NA: Language has always been a central part of your work. What is it about language that interests you?
MH: I’m not sure if I remember there being a time where I wasn’t interested in language – I think I always have been. I read a lot as a child, and I remember reading Alice in Wonderland and being blown away by the made-up words, and books like The Little Prince, seeing the subtleties and interplay between what a drawing can do and what language can do.
I’ve probably always been interested in language, but I think it’s through making and interacting with it that I’ve really come to appreciate it a lot more, and realise how much it’s embedded in everything, and how fundamental it is to the way we communicate.
NA: Can you talk about Are You Having a Good Night? [at Fremantle Arts Centre, until 22 November 2020], and how this body of work came about?

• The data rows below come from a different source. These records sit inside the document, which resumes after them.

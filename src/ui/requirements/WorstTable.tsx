/** The worst case of each requirement over the tolerances, with the values that give it. */

import { valuesAt } from '../../analysis/index.ts';
import { requirementText } from '../../diagram/index.ts';
import { formatNumber, MathName, RaisedText } from '../figures/index.ts';
import type { TolerancesSlice } from '../store/index.ts';
import { measuredText, slackText } from './assessment-text.ts';
import { setValues } from './set-values.ts';

interface WorstTableProps {
  readonly judged: TolerancesSlice;
  /** Whether the drawing on the sheet is still the one that was judged. */
  readonly isCurrent: boolean;
}

export function WorstTable({ judged, isCurrent }: WorstTableProps) {
  const { diagram, plan, worst } = judged;
  const { requirements = [] } = diagram;
  if (requirements.length === 0) return null;
  return (
    // biome-ignore lint/a11y/noNoninteractiveTabindex: a region that scrolls has to be reached by key
    <section className="requirement-scroller" aria-label="Worst cases" tabIndex={0}>
      <table className="requirement-table" aria-label="Worst cases">
        <thead>
          <tr>
            <th scope="col">requirement</th>
            <th scope="col">worst</th>
            <th scope="col">missed</th>
            <th scope="col">at</th>
          </tr>
        </thead>
        <tbody>
          {requirements.map((requirement, index) => {
            const found = worst[index];
            const point = found ? plan.points[found.point] : undefined;
            if (!found || point === undefined) return null;
            const text = requirementText(requirement);
            const by = slackText(requirement, found.assessment);
            return (
              // biome-ignore lint/suspicious/noArrayIndexKey: a requirement is known by its place in the list
              <tr key={index}>
                <th scope="row">{text}</th>
                <td>
                  <RaisedText text={measuredText(requirement, found.assessment)} />
                  {by !== '' && <small>{by}</small>}
                </td>
                <td className={found.missed === 0 ? 'requirement-met' : 'requirement-missed'}>
                  <b>{found.missed === 0 ? 'at none' : `at ${found.missed}`}</b> of {plan.points.length}
                </td>
                <td>
                  <Values judged={judged} point={found.point} />
                  {point.kind !== 'drawn' && (
                    <button
                      type="button"
                      className="plot-save"
                      disabled={!isCurrent}
                      aria-label={`Set the drawing to the worst case of: ${text}`}
                      onClick={() => setValues(plan, point)}
                    >
                      set the drawing to it
                    </button>
                  )}
                </td>
              </tr>
            );
          })}
        </tbody>
      </table>
    </section>
  );
}

function Values({ judged: { plan }, point }: { readonly judged: TolerancesSlice; readonly point: number }) {
  const place = plan.points[point];
  if (place === undefined || place.kind === 'drawn') return <span>as drawn </span>;
  const values = valuesAt(plan.parameters, place);
  return (
    <span className="worst-values">
      {plan.parameters.map(({ name }, i) => (
        <span key={name}>
          <MathName name={name} /> = <RaisedText text={formatNumber(values[i] ?? 0, 4)} />{' '}
        </span>
      ))}
    </span>
  );
}
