/** What React Flow reports of the hand, turned into selection, a live drag, and edits when it ends. */

import type { Connection, Edge, EdgeChange, FinalConnectionState, Node, NodeChange, ReactFlowProps } from 'reactflow';
import type { PortReference } from '../../diagram/index.ts';
import { actions, store } from '../store/index.ts';
import { connectBlocks } from './connect-blocks.ts';
import { focusSheet } from './focus-block.ts';
import type { BlockFlowNode } from './useSheetNodes.ts';
import type { WireFlowEdge } from './useSheetWires.ts';

type Events = Pick<
  ReactFlowProps<BlockFlowNode, WireFlowEdge>,
  | 'onNodesChange'
  | 'onEdgesChange'
  | 'onNodeDragStop'
  | 'onSelectionDragStop'
  | 'onConnect'
  | 'onConnectEnd'
  | 'onReconnect'
  | 'onNodeDoubleClick'
  | 'onEdgeClick'
  | 'onPaneClick'
>;

/** Stable: React Flow draws everything again when a callback is a new one. */
export const SHEET_EVENTS: Events = {
  onNodesChange: changes => {
    takeSelection(changes, 'blocks');
    takeDrag(changes);
  },
  onEdgesChange: (changes: EdgeChange<WireFlowEdge>[]) => takeSelection(changes, 'wires'),
  onNodeDragStop: (_, node) => dropHeld(node),
  onSelectionDragStop: (_, nodes) => dropHeld(nodes[0]),
  onConnect: connection => connect(connection),
  onConnectEnd: (_, state) => connectToBody(state),
  onReconnect: (edge, connection) => moveEnd(edge, connection),
  onNodeDoubleClick: (_, node) => actions.editFields(node.id),
  onEdgeClick: () => focusSheet(),
  onPaneClick: () => {
    actions.editFields(null);
    focusSheet();
  },
};

function takeSelection(
  changes: readonly (NodeChange<BlockFlowNode> | EdgeChange<WireFlowEdge>)[],
  part: 'blocks' | 'wires',
): void {
  const before = store.getState().selection;
  const chosen = new Set(before[part]);
  for (const change of changes) {
    if (change.type !== 'select') continue;
    if (change.selected) chosen.add(change.id);
    else chosen.delete(change.id);
  }
  const isSame = chosen.size === before[part].size && [...chosen].every(id => before[part].has(id));
  if (!isSame) actions.select({ ...before, [part]: chosen });
}

function takeDrag(changes: readonly NodeChange<BlockFlowNode>[]): void {
  const held = new Map(store.getState().held);
  let isChanged = false;
  for (const change of changes) {
    if (change.type !== 'position' || change.dragging !== true || change.position === undefined) continue;
    const { x, y } = change.position;
    const former = held.get(change.id);
    if (former !== undefined && former[0] === x && former[1] === y) continue;
    held.set(change.id, [x, y]);
    isChanged = true;
  }
  if (isChanged) actions.hold(held);
}

/** Ends a drag: everything held moves by what the block under the hand moved, as one edit. */
function dropHeld(node: Node | undefined): void {
  const { held, document } = store.getState();
  const to = node === undefined ? undefined : held?.get(node.id);
  const from = document.diagram.blocks.find(({ id }) => id === node?.id)?.at;
  if (held !== null && to !== undefined && from !== undefined) {
    const [dx, dy] = [to[0] - from[0], to[1] - from[1]];
    if (dx !== 0 || dy !== 0) actions.edit({ kind: 'moveBlocks', ids: [...held.keys()], dx, dy });
  }
  actions.hold(null);
}

function connect({ source, sourceHandle, target, targetHandle }: Connection): void {
  connectBlocks([source, portOf(sourceHandle)], [target, portOf(targetHandle)]);
}

/** A wire let go over a block's body goes to its first open port. */
function connectToBody({ isValid, fromHandle, toHandle, toNode }: FinalConnectionState): void {
  if (isValid === true || toHandle !== null || toNode === null || fromHandle === null) return;
  const here: PortReference = [fromHandle.nodeId, portOf(fromHandle.id ?? null)];
  if (fromHandle.type === 'source') connectBlocks(here, [toNode.id, null]);
  else connectBlocks([toNode.id, 0], here);
}

function moveEnd(edge: Edge, connection: Connection): void {
  actions.edit({
    kind: 'moveWireEnd',
    to: [edge.target, portOf(edge.targetHandle)],
    newFrom: [connection.source, portOf(connection.sourceHandle)],
    newTo: [connection.target, portOf(connection.targetHandle)],
  });
}

/** The port's number in a handle's id, `in:2`. */
function portOf(handle: string | null | undefined): number {
  return Number(handle?.split(':')[1] ?? 0);
}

MH: In 2018 I was awarded a residency at the Millay Colony for the Arts in upstate New York. In my application I said I was interested in exploring threatening language within the environment, particularly towards women.
This series was actually sparked by a ballistic missile incident in Hawaii [on 13 January 2018] that turned out to be a false alarm. There was a scare, they announced the missile threat, and then had to retract it. There was a sign that said ‘there is no threat’, and when I saw that photo I was so struck by it because I’d already been exploring this idea about threats and threatening language in my work and this [recalled] the sort of gaslighting that women are faced with all the time.
NA: Has it been therapeutic to spend all this time working on this language?
MH: Definitely. It’s a compulsion to make and to record language. To sit and stitch it is the most relaxing and therapeutic part. The best part of my practice is when I get to actually make – I feel like I get to think about the work, be present with it and have some space with it.